__PROVIDED MATERIAL__:
****************************************
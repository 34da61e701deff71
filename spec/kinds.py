"""The kinds of quantity that variables have.

Takes dimensions; gives one frozen Kind each, with the units a page offers (the first is shown at the start) and the
range of the field in SI, inside which numeric solutions are sought and outside which a reading is refused.
"""

from fractions import Fraction

from spec import dimensions as dim
from spec.model import Kind

ABSOLUTE_PRESSURE = Kind(
    key="absolute_pressure",
    title="absolute pressure",
    dimension=dim.PRESSURE,
    si="Pa",
    reference="absolute",
    units=("bar", "kPa", "MPa", "mbar", "hPa", "psi", "Pa", "atm", "torr", "mmHg", "inHg", "inH2O", "kgf/cm²"),
    low=1e-9,
    high=1e9,
    note="A gauge reading needs the station pressure added first.",
)
GAUGE_PRESSURE = Kind(
    key="gauge_pressure",
    title="gauge pressure",
    dimension=dim.PRESSURE,
    si="Pa",
    reference="gauge",
    units=("bar", "kPa", "MPa", "mbar", "psi", "Pa", "inHg", "inH2O", "mmHg", "kgf/cm²"),
    low=-2e5,
    high=1e9,
    note="Counted from the station pressure; never below minus the station pressure.",
)
VACUUM_PRESSURE = Kind(
    key="vacuum_pressure",
    title="vacuum below the station pressure",
    dimension=dim.PRESSURE,
    si="Pa",
    reference="vacuum",
    units=("mbar", "inHg", "kPa", "mmHg", "bar", "Pa"),
    low=0.0,
    high=2e5,
    note="Counted down from the station pressure; never more than the station pressure.",
)
STATION_PRESSURE = Kind(
    key="station_pressure",
    title="station pressure",
    dimension=dim.PRESSURE,
    si="Pa",
    reference="absolute",
    units=("hPa", "mbar", "kPa", "mmHg", "inHg", "bar", "atm", "Pa"),
    low=1e4,
    high=1.5e5,
    note="The barometer at the place itself, never the sea-level report.",
)
PRESSURE_DIFFERENCE = Kind(
    key="pressure_difference",
    title="pressure difference",
    dimension=dim.PRESSURE,
    si="Pa",
    reference="difference",
    units=("mbar", "Pa", "kPa", "bar", "psi", "inH2O", "mmHg", "mmH2O"),
    low=0.0,
    high=1e9,
    note="A difference needs no station pressure.",
)
ABSOLUTE_TEMPERATURE = Kind(
    key="absolute_temperature",
    title="temperature",
    dimension=dim.TEMPERATURE,
    si="K",
    units=("°C", "K", "°F", "°R"),
    low=1.0,
    high=6000.0,
    note="Kelvin: add 273.15 to degrees Celsius.",
)
CELSIUS_TEMPERATURE = Kind(
    key="celsius_temperature",
    title="Celsius temperature",
    dimension=dim.TEMPERATURE,
    si="Cel",
    units=("°C", "°F", "K"),
    low=-273.15,
    high=5726.85,
    note="Degrees Celsius: the difference from 273.15 K.",
)
TEMPERATURE_CONSTANT = Kind(
    key="temperature_constant",
    title="constant with the unit of temperature",
    dimension=dim.TEMPERATURE,
    si="K",
    units=("K",),
    low=0.0,
    high=6000.0,
    note="Kelvin.",
)
VOLUME = Kind(
    key="volume",
    title="volume",
    dimension=dim.VOLUME,
    si="m³",
    units=("L", "m³", "mL", "cm³", "ft³", "in³"),
    low=1e-12,
    high=1e9,
)
REFERENCE_VOLUME = Kind(
    key="reference_volume",
    title="volume at reference conditions",
    dimension=dim.VOLUME,
    si="m³",
    units=("m³", "L", "mL", "ft³"),
    low=1e-12,
    high=1e12,
    note="Means nothing without its reference temperature and pressure.",
)
AMOUNT = Kind(
    key="amount",
    title="amount of substance",
    dimension=dim.AMOUNT,
    si="mol",
    units=("mol", "mmol", "kmol", "lbmol"),
    low=1e-15,
    high=1e12,
)
MASS = Kind(
    key="mass",
    title="mass",
    dimension=dim.MASS,
    si="kg",
    units=("kg", "g", "mg", "t", "lb", "oz"),
    low=1e-15,
    high=1e12,
)
MOLAR_MASS = Kind(
    key="molar_mass",
    title="molar mass",
    dimension=dim.MOLAR_MASS,
    si="kg/mol",
    units=("g/mol", "kg/mol", "kg/kmol"),
    low=1e-4,
    high=10.0,
)
MOLAR_VOLUME = Kind(
    key="molar_volume",
    title="molar volume",
    dimension=dim.MOLAR_VOLUME,
    si="m³/mol",
    units=("L/mol", "m³/mol", "m³/kmol", "cm³/mol", "ft³/lbmol"),
    low=1e-6,
    high=1e12,
)
DENSITY = Kind(
    key="density",
    title="mass density",
    dimension=dim.DENSITY,
    si="kg/m³",
    units=("kg/m³", "g/L", "g/cm³", "lb/ft³"),
    low=1e-15,
    high=3e4,
)
NUMBER = Kind(key="number", title="number", dimension=dim.NUMBER, si="1", units=("1",), low=1e-12, high=1e12)
RATIO = Kind(key="ratio", title="ratio", dimension=dim.NUMBER, si="1", units=("1", "%"), low=1e-9, high=1e9)
COMPRESSIBILITY = Kind(
    key="compressibility_factor",
    title="compressibility factor",
    dimension=dim.NUMBER,
    si="1",
    units=("1",),
    low=0.02,
    high=20.0,
    note="1 is the ideal gas; the result says so where 1 was taken.",
)
COUNT = Kind(
    key="count",
    title="count",
    dimension=dim.NUMBER,
    si="1",
    units=("1",),
    low=1e-6,
    high=1e9,
    note="A whole number; one that is found is rounded the safe way and the fraction is shown.",
)
MOLECULES = Kind(
    key="molecules", title="number of molecules", dimension=dim.NUMBER, si="1", units=("1",), low=1.0, high=1e40
)
FORCE = Kind(
    key="force", title="force", dimension=dim.FORCE, si="N", units=("N", "kN", "lbf", "kgf"), low=1e-9, high=1e12
)
AREA = Kind(
    key="area", title="area", dimension=dim.AREA, si="m²", units=("cm²", "mm²", "m²", "in²", "ft²"), low=1e-15, high=1e9
)
LENGTH = Kind(
    key="length",
    title="length",
    dimension=dim.LENGTH,
    si="m",
    units=("m", "mm", "cm", "km", "in", "ft"),
    low=1e-12,
    high=1e8,
)
ACCELERATION = Kind(
    key="acceleration",
    title="acceleration of free fall",
    dimension=dim.ACCELERATION,
    si="m/s²",
    units=("m/s²",),
    low=1.0,
    high=30.0,
)
SPEED = Kind(
    key="speed", title="speed", dimension=dim.SPEED, si="m/s", units=("m/s", "km/h", "ft/s"), low=1e-6, high=1e5
)
TIME = Kind(key="time", title="time", dimension=dim.TIME, si="s", units=("min", "h", "s", "d"), low=1e-9, high=1e12)
FLOW = Kind(
    key="flow",
    title="volume flow",
    dimension=dim.FLOW,
    si="m³/s",
    units=("L/min", "m³/h", "L/s", "m³/s", "mL/min", "cm³/min", "ft³/min", "ft³/h"),
    low=1e-15,
    high=1e6,
)
REFERENCE_FLOW = Kind(
    key="reference_flow",
    title="volume flow at reference conditions",
    dimension=dim.FLOW,
    si="m³/s",
    units=("L/min", "m³/h", "L/s", "m³/s", "mL/min", "cm³/min", "ft³/min", "ft³/h"),
    low=1e-15,
    high=1e6,
    note="Means nothing without its reference temperature and pressure.",
)
MOLAR_FLOW = Kind(
    key="molar_flow",
    title="amount per time",
    dimension=dim.MOLAR_FLOW,
    si="mol/s",
    units=("mol/s", "mol/h", "mmol/s"),
    low=1e-20,
    high=1e9,
)
MASS_FLOW = Kind(
    key="mass_flow",
    title="mass flow",
    dimension=dim.MASS_FLOW,
    si="kg/s",
    units=("kg/h", "kg/s", "g/s", "g/min", "lb/h"),
    low=1e-20,
    high=1e9,
)
VISCOSITY = Kind(
    key="viscosity",
    title="dynamic viscosity",
    dimension=dim.VISCOSITY,
    si="Pa·s",
    units=("µPa·s", "Pa·s", "mPa·s", "cP"),
    low=1e-8,
    high=1.0,
)
ATTRACTION = Kind(
    key="attraction",
    title="van der Waals attraction constant",
    dimension=dim.PRESSURE * dim.MOLAR_VOLUME**2,
    si="Pa·m⁶/mol²",
    units=("Pa·m⁶/mol²", "bar·L²/mol²", "atm·L²/mol²"),
    low=1e-6,
    high=100.0,
)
****************************************
Only lines with the word "that" count here; copy every one from the records.

"""The kinds of quantity that variables have.
    note="A whole number; one that is found is rounded the safe way and the fraction is shown.",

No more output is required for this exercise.